C++ template specialization with <int&> not picking up an int

Question

Hi, I have the following code:

template <typename T> LuaCall& operator>>(T) { BOOST_STATIC_ASSERT(sizeof(T) == 0); }
template <> LuaCall& operator>><int&>(int& val) { mResults.push_back(std::make_pair(LUA_RESULT_INTEGER, (void *)&val)); return *this; }
template <> LuaCall& operator>><float&>(float& val) { mResults.push_back(std::make_pair(LUA_RESULT_FLOAT, (void *)&val)); return *this; }
template <> LuaCall& operator>><double&>(double& val) { mResults.push_back(std::make_pair(LUA_RESULT_DOUBLE, (void *)&val)); return *this; }
template <> LuaCall& operator>><bool&>(bool& val) { mResults.push_back(std::make_pair(LUA_RESULT_BOOLEAN, (void *)&val)); return *this; }
template <> LuaCall& operator>><std::string&>(std::string& val) { mResults.push_back(std::make_pair(LUA_RESULT_STRING, (void *)&val)); return *this; }
template <> LuaCall& operator>><LuaNilStruct>(LuaNilStruct) { mResults.push_back(std::make_pair(LUA_RESULT_NIL, (void *)NULL)); return *this; }

And then:

int abc;
LuaCall(l, "test") % "test" % 5 % LuaNil % 2.333 >> abc;

I want it to work kinda like cin >> does, ie it needs to write to abc the return value of the lua function. So I need its address.. but it defaults on the default template. What am I doing wrong? There is surely a way to do this since cin does exactly that.

Thanks!

---

Note to whoever changed the %'s to >>: I changed it back since it's the way it is :D The code calls the Lua function test("test", 5, nil, 2.333) and saves its return value to abc. %'s are for the parameters of the functions, >>'s are for the return value(s).

template <typename T>
LuaCall& operator%(T val) {
 mLua->Push(val);
 ++mArguments;
 return *this;
}

Answer 1

For one, operator>> is a binary operator. That means it has to take two arguments. The first argument has to be whatever is the type of

LuaCall(l, "test") % "test" % 5 % LuaNil % 2.333

Since that operator returns LuaCall&, I suppose that's what the result of that call (and thus left argument) is.

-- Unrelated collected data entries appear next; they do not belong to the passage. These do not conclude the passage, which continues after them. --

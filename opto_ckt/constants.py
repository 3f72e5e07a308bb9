"""Physical constants (SI, exact since 2019) and the temperatures that data sheets refer to."""

from __future__ import annotations

ELEMENTARY_CHARGE = 1.602176634e-19  #: q [C]
BOLTZMANN = 1.380649e-23  #: k [J/K]
PLANCK = 6.62607015e-34  #: h [J s]
LIGHT_SPEED = 299792458.0  #: c [m/s]
ZERO_CELSIUS = 273.15  #: 0 °C [K]
ROOM_TEMPERATURE = ZERO_CELSIUS + 25  #: at which data sheets state typical figures [K]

From that mResult I suppose that you attempt to do that operator as a class member. But I don't think you can specialize member templates.

Finally, I don't think you should specialize for reference types. This

template <> LuaCall& operator>><int>(int val);

should do

Answer 2

You'v written operator>> as a unary operator, but it's a binary operator. LeftHandSide >> RightHandSide.

The form std::cout <"Hello" << " world"; therefore is (operator<<(operator<<(std::cout, "Hello"), " world); - the first << returns std::cout for use as the left-hand side of the second <<.

The real problem is that in your code, lookup happens as follows:

1. Candiate functions are determined (only one candidate, the template)
2. T is deduced.
3. Determine which specialization (if any) to instantiate.

In step 2, T==int. In step 3, there are no specializations for T==int so the base template is chosen and instantiated. You might want to use an overload instead of a specialization. The overload would be a better match in step 1 so you don't even get to the point of template argument deduction

Answer 3

You cannot use constant values ("test" , 5 or 2.333) where references are expected. Change the template and parameter type of your operator>> to (int, float etc.) when you want this behaviour.